If a package name is specified, then information about that package is returned, otherwise this command checks if the current directory is a package directory and reports its status.
elastic-package test
Context: package
Use this command to run tests on a package. Currently, the following types of tests are available:
Asset Loading Tests
These tests ensure that all the Elasticsearch and Kibana assets defined by your package get loaded up as expected.
For details on how to run asset loading tests for a package, see the HOWTO guide.
Pipeline Tests
These tests allow you to exercise any Ingest Node Pipelines defined by your packages.
For details on how to configure pipeline test for a package, review the HOWTO guide.
Static Tests
These tests allow you to verify if all static resources of the package are valid, e.g. if all fields of the sample_event.json are documented.
For details on how to run static tests for a package, see the HOWTO guide.
System Tests
These tests allow you to test a package's ability to ingest data end-to-end.
For details on how to configure amd run system tests, review the HOWTO guide.
elastic-package test asset
Context: package
Run asset loading tests for the package.
elastic-package test pipeline
Context: package
Run pipeline tests for the package.
elastic-package test static
Context: package
Run static files tests for the package.
elastic-package test system
Context: package
Run system tests for the package.
elastic-package uninstall
Context: package
Use this command to uninstall the package in Kibana.
The command uses Kibana API to uninstall the package in Kibana.
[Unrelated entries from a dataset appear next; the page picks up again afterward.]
"""Measured payload equals the survey's prediction, byte for byte, also when every halo
frame is larger than a pipe's kernel buffer (so a transport that wrote before reading
would deadlock). Source of truth: `shardtrain.plan.survey.predict_traffic`, computed from the
shards and the exchange schedule alone, without running anything."""
from __future__ import annotations

import numpy as np
from helpers import depot_graph, run_partitioned

from shardtrain.train.settings import TrainSettings
from shardtrain.transport.pipes import PIPE_BYTES


def test_measured_payload_equals_predicted_with_frames_beyond_the_pipe_buffer(tmp_path):
    # 4000 depots split in two at random: about half of each side is the other's halo
    graph = depot_graph(n=4000, classes=3, features=96, seed=5)
    settings = TrainSettings(layers=2, hidden=128, dropout=0.5, epochs=1, dtype="float64")
    run, shards = run_partitioned(tmp_path, graph, np.random.default_rng(0).integers(0, 2, 4000),
                                  2, settings)
    t = run.traffic
    # layer 0 is aggregate-first (96 -> 128), so 96 columns per halo row cross the wire
    biggest = max(len(s.send_to(q)) for s in shards for q in s.peers()) * 96 * 8
    assert biggest > PIPE_BYTES
    assert t["measured_payload_bytes"] == t["predicted_payload_bytes"]
    assert t["breakdown_matches"] and t["sender_receiver_consistent"]
    by_direction = {(r["layer"], r["direction"]): r["payload_bytes"]
                    for r in t["by_layer_direction"] if r["kind"] == "halo"}
    rows = sum(len(s.send_to(q)) for s in shards for q in s.peers())
    assert by_direction[(0, "forward")] == rows * 96 * 8       # features, one epoch
    assert by_direction[(0, "eval")] == rows * 96 * 8
    assert (0, "backward") not in by_direction                 # features need no gradient
    assert by_direction[(1, "backward")] == rows * 3 * 8       # transform-first 128 -> 3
The package must be exposed via the Package Registry.
elastic-package version
Context: global
Use this command to print the version of elastic-package that you have installed. This is especially useful when reporting bugs.
Development
Even though the project is "go-gettable", there is the Makefile
present, which can be used to build, format or vendor
source code:
make build
- build the tool source
make format
- format the Go code
make install
- build the tool source and move binary to $GOBIN
make vendor
- vendor code of dependencies
make check
- one-liner, used by CI to verify if source code is ready to be pushed to the repository
Release process
This project uses GoReleaser to release a new version of the application (semver). Release publishing is automatically managed by the Jenkins CI (Jenkinsfile) and it's triggered by Git tags. Release artifacts are available in the Releases section.
Steps to create a new release
- Fetch latest main from upstream (remember to rebase the branch):
git fetch upstream
git rebase upstream/main
- Create Git tag with release candidate:
git tag v0.15.0 # let's release v0.15.0!
- Push new tag to the upstream.
git push upstream v0.15.0
The CI will run a new job for the just pushed tag and publish released artifacts. Please expect an automated follow-up PR in the Integrations repository to bump up the version (sample PR).